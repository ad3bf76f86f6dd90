import type { Knex } from 'knex';

export async function up(knex: Knex): Promise<void> {
  await knex.raw(`
    create table if not exists comment_mentions (
      comment_id char(36) character set ascii collate ascii_bin not null,
      user_id char(36) character set ascii collate ascii_bin not null,
      primary key (comment_id, user_id),
      key comment_mentions_user (user_id),
      constraint comment_mentions_comment foreign key (comment_id) references comments (id) on delete cascade,
      constraint comment_mentions_user foreign key (user_id) references users (id) on delete cascade
    ) engine = InnoDB default character set utf8mb4 collate utf8mb4_unicode_ci
  `);
}

export async function down(knex: Knex): Promise<void> {
  await knex.raw('drop table if exists comment_mentions');
}
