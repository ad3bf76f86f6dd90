export interface Sample {
  title: string;
  lines: string;
}

const sample = (title: string, ...lines: string[]): Sample => ({ title, lines: lines.join('\n') });

/** A pentagonal light: what the live cell holds until somebody writes. */
export const FIRST = sample(
  'Five-light oculus',
  'R = 1200 mm',
  's = 2 R sin(turn/10)',
  's^2 == R^2 (5 - sqrt(5))/2',
);

/** Lines that are put into the live cell with one press; each shows another side of the work. */
export const SAMPLES: readonly Sample[] = [
  FIRST,
  sample(
    'Pitch of 17 lights',
    'R = 1500 mm',
    'p = 2 R sin(turn/34)',
    'miss = 17 round(p, 0.5 mm) - 17 p',
  ),
  sample('Hollow of a voussoir', 'R = 2050 mm', 'c = chord(R, turn/24)', 'h = sagitta(R, turn/24)'),
  sample('Seven parts, nearly', 'r = 450 mm', 's = chord(r, turn/7)', 'q = standin(s, 0.02 mm, r)'),
  sample('Roots that fold', 'sqrt(5 + 2 sqrt(6))'),
  sample('A slip, caught', 'R = 1200 mm', 'R + 15 deg'),
];
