import type { Knex } from 'knex';

export async function up(knex: Knex): Promise<void> {
  await knex.raw(`
    create table if not exists notebook_marks (
      notebook_id char(36) character set ascii collate ascii_bin not null,
      cell_id varchar(40) character set ascii collate ascii_bin not null,
      -- The line in the cell, from 1.
      line int unsigned not null,
      -- Compared sign by sign: R and r are two marks.
      mark varchar(100) character set utf8mb4 collate utf8mb4_bin not null,
      -- The line that defines it, cut where it is long.
      definition varchar(200) not null,
      primary key (notebook_id, cell_id, line),
      key notebook_marks_mark (mark, notebook_id),
      constraint notebook_marks_notebook foreign key (notebook_id) references notebooks (id) on delete cascade
    ) engine = InnoDB default character set utf8mb4 collate utf8mb4_unicode_ci
  `);
}

export async function down(knex: Knex): Promise<void> {
  await knex.raw('drop table if exists notebook_marks');
}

§ §

Filter the records for the string "primary" and copy every line that holds it.

- EXERCISE RESULT -
      primary key (comment_id, user_id),
      primary key (notebook_id, cell_id, line),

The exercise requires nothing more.